I want to add a new perspective to user10851's comment. As it is already discussed, the solution we want, where we have constant electric density everywhere, is non-zero. Besides, it increases as we get further away from the origin.

It can be argued that the problem is that we can choose origin arbitrarily such that we find exactly the same solution for any point as origin, which seems contradictory because if one asks "what is the electric field at a point $P$?", then we cannot give an answer independently from the origin, i.e. the electric field is origin-dependent (observer dependent).

The perspective I propose is this: THIS SOLUTION IS EXACTLY IDENTICAL TO THE EXPANSION OF OUR UNIVERSE

Our universe is homogeneous but at the same time it is expanding. As it is in the user10851's solution, the expansion is stronger as we get further from the origin of our reference frame. As it is in the solution, the expansion depends on the reference frame we choose.

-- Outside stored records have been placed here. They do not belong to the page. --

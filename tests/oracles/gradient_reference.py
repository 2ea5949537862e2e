"""Plain numpy versions of the calibration kernels, kept as their oracle.

These are the numpy implementations that ``rootvar.core.fourier.gradient_kernels``
replaced, unchanged: tests hold the kernels to them (to rounding: the sums run
in another order and ``exp``/``log`` come from another library).
"""

import numpy as np


def log_cf_gradient(u, params, maturity, drift=0.0):
    """``ln phi`` and its derivatives in (v0, kappa, theta, vol_of_vol, rho), numpy version
    of :func:`rootvar.core.fourier.gradient.log_cf_gradient`."""
    p = params
    u = np.asarray(u, dtype=float)
    t = np.asarray(maturity, dtype=float)
    sig, rho, kappa = p.vol_of_vol, p.rho, p.kappa
    sig2 = sig * sig
    iu = 1j * u
    xi = kappa - rho * sig * iu
    quad = u * u + iu
    d = _sqrt(xi * xi + sig2 * quad)
    inv_d = 1.0 / d
    a = xi - d
    bsum = xi + d
    inv_b = 1.0 / bsum
    g = a * inv_b
    e = _exp(np.maximum(-(d.real * t), -700.0), -(d.imag * t))
    one_ge = 1.0 - g * e
    inv_one_ge = 1.0 / one_ge
    inv_one_g = 1.0 / (1.0 - g)
    ratio = one_ge * inv_one_g
    big_l = 0.5 * np.log(ratio.real**2 + ratio.imag**2) + 1j * np.arctan2(ratio.imag, ratio.real)
    one_e = 1.0 - e
    frac = one_e * inv_one_ge
    c_core = a * t - 2.0 * big_l
    kt = kappa * p.theta / sig2
    v_s2 = p.v0 / sig2
    log_cf = iu * drift * t + kt * c_core + v_s2 * a * frac

    def pieces(dxi, dd):
        da = dxi - dd
        dg = (da - g * (dxi + dd)) * inv_b
        de = -t * e * dd
        dge = dg * e + g * de
        dl = -dge * inv_one_ge + dg * inv_one_g
        dfrac = (-de + frac * dge) * inv_one_ge
        return da * t - 2.0 * dl, da * frac + a * dfrac

    dc_k, dq_k = pieces(1.0, xi * inv_d)
    dxi_s = -rho * iu
    dc_s, dq_s = pieces(dxi_s, (xi * dxi_s + sig * quad) * inv_d)
    dxi_r = -sig * iu
    dc_r, dq_r = pieces(dxi_r, xi * dxi_r * inv_d)
    a_frac = a * frac
    grad = np.stack(
        [
            a_frac / sig2,
            p.theta / sig2 * c_core + kt * dc_k + v_s2 * dq_k,
            kappa / sig2 * c_core,
            -2.0 / sig * (kt * c_core + v_s2 * a_frac) + kt * dc_s + v_s2 * dq_s,
            kt * dc_r + v_s2 * dq_r,
        ]
    )
    return log_cf, grad


def _sqrt(z):
    re, im = z.real, z.imag
    r = np.sqrt(0.5 * (np.abs(re) + np.hypot(re, im)))
    half = np.divide(0.5 * im, r, out=np.zeros_like(r), where=r > 0)
    right = re >= 0
    out = np.empty(z.shape, dtype=complex)
    out.real = np.where(right, r, np.abs(half))
    out.imag = np.where(right, half, np.copysign(r, im))
    return out


def _exp(re, im):
    m = np.exp(re)
    out = np.empty(np.broadcast(re, im).shape, dtype=complex)
    out.real = m * np.cos(im)
    out.imag = m * np.sin(im)
    return out


def put_coefficients(omega, a, b, log_moneyness, strike):
    """Cosine coefficients (times ``2 / (b - a)``) of the put payoff, numpy version."""
    cut = np.clip(-log_moneyness, a, b)[None, :]
    w = omega[:, None]
    arg = w * (cut - a)
    with np.errstate(divide="ignore", invalid="ignore"):
        psi = np.where(w > 0, np.sin(arg) / w, cut - a)
    chi = (np.cos(arg) * np.exp(cut) - np.exp(a) + w * np.sin(arg) * np.exp(cut)) / (1.0 + w * w)
    return 2.0 / (b - a) * strike[None, :] * (psi - np.exp(log_moneyness)[None, :] * chi)


def surface_evaluate(pricer, params):
    """Out-of-the-money prices and gradient of a ``SurfacePricer``, the numpy way."""
    grid = pricer.grid
    log_cf, dlog = log_cf_gradient(
        pricer.omega, params, pricer.times, pricer.rate - pricer.div_yield
    )
    cf = _exp(log_cf.real, log_cf.imag) * pricer.phase
    coef = np.concatenate([cf.real[None], (dlog * cf[None]).real], axis=0)
    ends = np.concatenate([[0], np.cumsum(grid.terms)])
    out = np.empty((6, pricer.n_quotes))
    for i, t in enumerate(grid.maturities):
        idx = pricer.groups[i]
        if idx.size:
            span = slice(int(ends[i]), int(ends[i + 1]))
            payoff = put_coefficients(
                pricer.omega[span],
                grid.lower[i],
                grid.upper[i],
                np.log(pricer.spot / pricer.strike[idx]),
                pricer.strike[idx],
            ) * np.exp(-pricer.rate * t)
            out[:, idx] = coef[:, span] @ payoff
    price = out[0] + np.where(pricer.call_side, pricer.parity, 0.0)
    return price, out[1:].T


def surface_prices_extended(pricer, values):
    """Put prices of a ``SurfacePricer``'s quotes on its fixed grid, in extended precision.

    The same COS sum as the pricer (Albrecher et al. 2007 form of the
    characteristic function, the pricer's frequencies, phases and payoff
    coefficients), evaluated in ``numpy.longdouble`` (80-bit on x86-64: 64-bit
    mantissa): its rounding is some 2,000 times smaller than the double
    sum's, so finite differences of it are limited by their truncation error,
    not by the rounding of the prices.  ``values`` holds (v0, kappa, theta,
    vol_of_vol, rho) as ``longdouble``.
    """
    ld = np.longdouble
    v0, kappa, theta, sig, rho = (ld(v) for v in values)
    u = pricer.omega.astype(ld)
    t = pricer.times.astype(ld)
    drift = ld(pricer.rate) - ld(pricer.div_yield)
    iu = np.clongdouble(1j) * u
    xi = kappa - rho * sig * iu
    d = np.sqrt(xi * xi + sig * sig * (u * u + iu))  # principal root, Re d >= 0
    g = (xi - d) / (xi + d)
    e = np.exp(-d * t)
    log_cf = (
        iu * drift * t
        + kappa * theta / (sig * sig) * ((xi - d) * t - 2 * np.log((1 - g * e) / (1 - g)))
        + v0 / (sig * sig) * (xi - d) * (1 - e) / (1 - g * e)
    )
    coef = (np.exp(log_cf) * pricer.phase.astype(np.clongdouble)).real
    out = np.empty(pricer.n_quotes, dtype=ld)
    ends = pricer.term_ends
    for i in range(ends.size - 1):
        idx = pricer.quotes[pricer.quote_ends[i] : pricer.quote_ends[i + 1]]
        if idx.size:
            start = pricer.payoff_starts[i]
            block = pricer.payoff[start : start + (ends[i + 1] - ends[i]) * idx.size]
            payoff = block.reshape(-1, idx.size).astype(ld)
            out[idx] = coef[ends[i] : ends[i + 1]] @ payoff
    return out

Thus, the problem in your argument was that the assumption that homogeneity of charge density implies electric field is zero everywhere. As we have seen, it does not.

IMPORTANT NOTE: The expansion of universe is only an example to show that homogeneous does not imply stability. I, of course, do not propose the expansion of the universe is related to charge or electric field

Answer 9

Just a quick point about your symmetry argument. The exact cancellation of all electric field contributions at a point $P$ goes wrong because there is no contribution to cancel the contribution from the charge element at $P$ itself. As other posters stated, you must start with Gauss' Law as written and integrate your given charge density. You won't get a uniformly zero electric field.